DIRECTIONS FOR THIS TASK: For the records below, tally the lines that include the word "uncertainty" and give only the tally.
══════════
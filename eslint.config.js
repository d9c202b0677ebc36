import js from '@eslint/js';
import boundaries from 'eslint-plugin-boundaries';
import prettier from 'eslint-config-prettier';
import svelte from 'eslint-plugin-svelte';
import globals from 'globals';
import ts from 'typescript-eslint';
import svelteConfig from './svelte.config.js';

/** Rooms of the house, and which rooms each may enter. What is not listed is forbidden. */
const ROOMS = [
	['numerics', 'src/lib/numerics/**'],
	['units', 'src/lib/units/**'],
	['result', 'src/lib/result.ts'],
	['access', 'src/lib/access/**'],
	['recording', 'src/lib/recording/**'],
	['harmonics', 'src/lib/harmonics/**'],
	['synthesis', 'src/lib/synthesis/**'],
	['accuracy', 'src/lib/accuracy/**'],
	['limits', 'src/lib/limits/**'],
	['uncertainty', 'src/lib/uncertainty/**'],
	['assessment', 'src/lib/assessment/**'],
	['register', 'src/lib/register/**'],
	['checks', 'src/lib/checks/**'],
	['report', 'src/lib/report/**'],
	['analysis-document', 'src/lib/analysis-document/**'],
	['charts', 'src/lib/charts/**'],
	['state', 'src/lib/state/**'],
	['api-client', 'src/lib/api-client/**'],
	['ui', 'src/lib/components/ui/**'],
	['components', 'src/lib/components/**'],
	['server', 'src/lib/server/**'],
	['routes', 'src/routes/**'],
	['hooks', 'src/hooks.server.ts']
];
const DOMAIN = [
	'recording',
	'harmonics',
	'limits',
	'uncertainty',
	'assessment',
	'register',
	'checks',
	'report',
	'units',
	'result',
	'access',
	'numerics'
];
const MAY_ENTER = {
	numerics: ['numerics'],
	units: ['units', 'result'],
	result: [],
	access: [],
	recording: ['recording', 'numerics', 'units', 'result'],
	harmonics: ['harmonics', 'recording', 'numerics', 'units', 'result'],
	synthesis: ['synthesis', 'recording', 'harmonics', 'numerics', 'units', 'result'],
	accuracy: ['accuracy', 'synthesis', 'harmonics', 'recording', 'numerics', 'result'],
	limits: ['limits', 'units', 'result'],
	uncertainty: ['uncertainty', 'numerics'],
	assessment: [
		'assessment',
		'uncertainty',
		'limits',
		'harmonics',
		'recording',
		'numerics',
		'units',
		'result'
	],
	register: ['register', 'assessment', 'limits', 'recording', 'units', 'result'],
	checks: [
		'checks',
		'report',
		'register',
		'assessment',
		'limits',
		'harmonics',
		'recording',
		'units',
		'result'
	],
	report: [
		'report',
		'checks',
		'register',
		'assessment',
		'limits',
		'harmonics',
		'recording',
		'access',
		'units',
		'result'
	],
	'analysis-document': [
		'analysis-document',
		'register',
		'assessment',
		'uncertainty',
		'limits',
		'harmonics',
		'recording',
		'result'
	],
	charts: ['charts', 'units', 'recording', 'harmonics', 'limits', 'assessment', 'checks', 'report'],
	state: ['state', ...DOMAIN],
	'api-client': ['api-client', ...DOMAIN],
	ui: ['ui', 'units'],
	components: ['components', 'ui', 'state', 'api-client', 'charts', ...DOMAIN],
	server: ['server', 'charts', ...DOMAIN],
	routes: ['routes', 'server', 'components', 'ui', 'state', 'api-client', 'charts', ...DOMAIN],
	hooks: ['server', 'access']
};

export default ts.config(
	{
		ignores: [
			'build/',
			'.svelte-kit/',
			'node_modules/',
			'data/',
			'test-results/',
			'coverage/',
			// AssemblyScript, which is no TypeScript.
			'src/lib/numerics/kernels/assembly/'
		]
	},
	js.configs.recommended,
	...ts.configs.recommended,
	...svelte.configs.recommended,
	prettier,
	...svelte.configs.prettier,
	{ languageOptions: { globals: { ...globals.node, ...globals.browser } } },
	{
		files: ['**/*.svelte', '**/*.svelte.ts'],
		languageOptions: { parserOptions: { parser: ts.parser, extraFileExtensions: ['.svelte'], svelteConfig } }
	},
	{
		rules: {
			// TypeScript itself finds undefined names.
			'no-undef': 'off',
			// The app is served from the root of its own host; base paths are not used.
			'svelte/no-navigation-without-resolve': 'off',
			'@typescript-eslint/no-explicit-any': 'error',
			'@typescript-eslint/consistent-type-imports': 'error',
			'@typescript-eslint/no-unused-vars': ['error', { argsIgnorePattern: '^_', ignoreRestSiblings: true }]
		}
	},
	{
		files: ['src/**/*.{ts,svelte}'],
		plugins: { boundaries },
		settings: {
			'import/resolver': { typescript: { alwaysTryTypes: true, project: './tsconfig.json' } },
			'boundaries/elements': ROOMS.map(([type, pattern]) => ({ type, pattern, partialMatch: false }))
		},
		rules: {
			'boundaries/dependencies': [
				'error',
				{
					default: 'disallow',
					policies: Object.entries(MAY_ENTER).map(([from, to]) => ({
						from: { element: { type: from } },
						allow: to.map((type) => ({ to: { element: { type } } }))
					}))
				}
			]
		}
	},
	{
		// Domain rooms know neither the framework nor the machine they run on.
		files: [
			'src/lib/{numerics,units,recording,harmonics,synthesis,accuracy,limits,uncertainty,assessment,register,checks,report,analysis-document,access,charts}/**/*.ts'
		],
		rules: {
			'no-restricted-imports': [
				'error',
				{
					patterns: [
						{
							group: ['node:*', '@sveltejs/*', '$app/*', '$env/*', 'knex', 'better-sqlite3'],
							message: 'Domain rooms stay pure.'
						}
					]
				}
			]
		}
	},
	{
		// Routes translate; they do not query.
		files: ['src/routes/**/*.{ts,svelte}'],
		rules: {
			'no-restricted-imports': [
				'error',
				{
					patterns: [
						{ group: ['$lib/server/db/*', '$lib/server/repositories/*', 'knex'], message: 'Call a service.' }
					]
				}
			]
		}
	}
);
══════════
SOLUTION BELOW: 6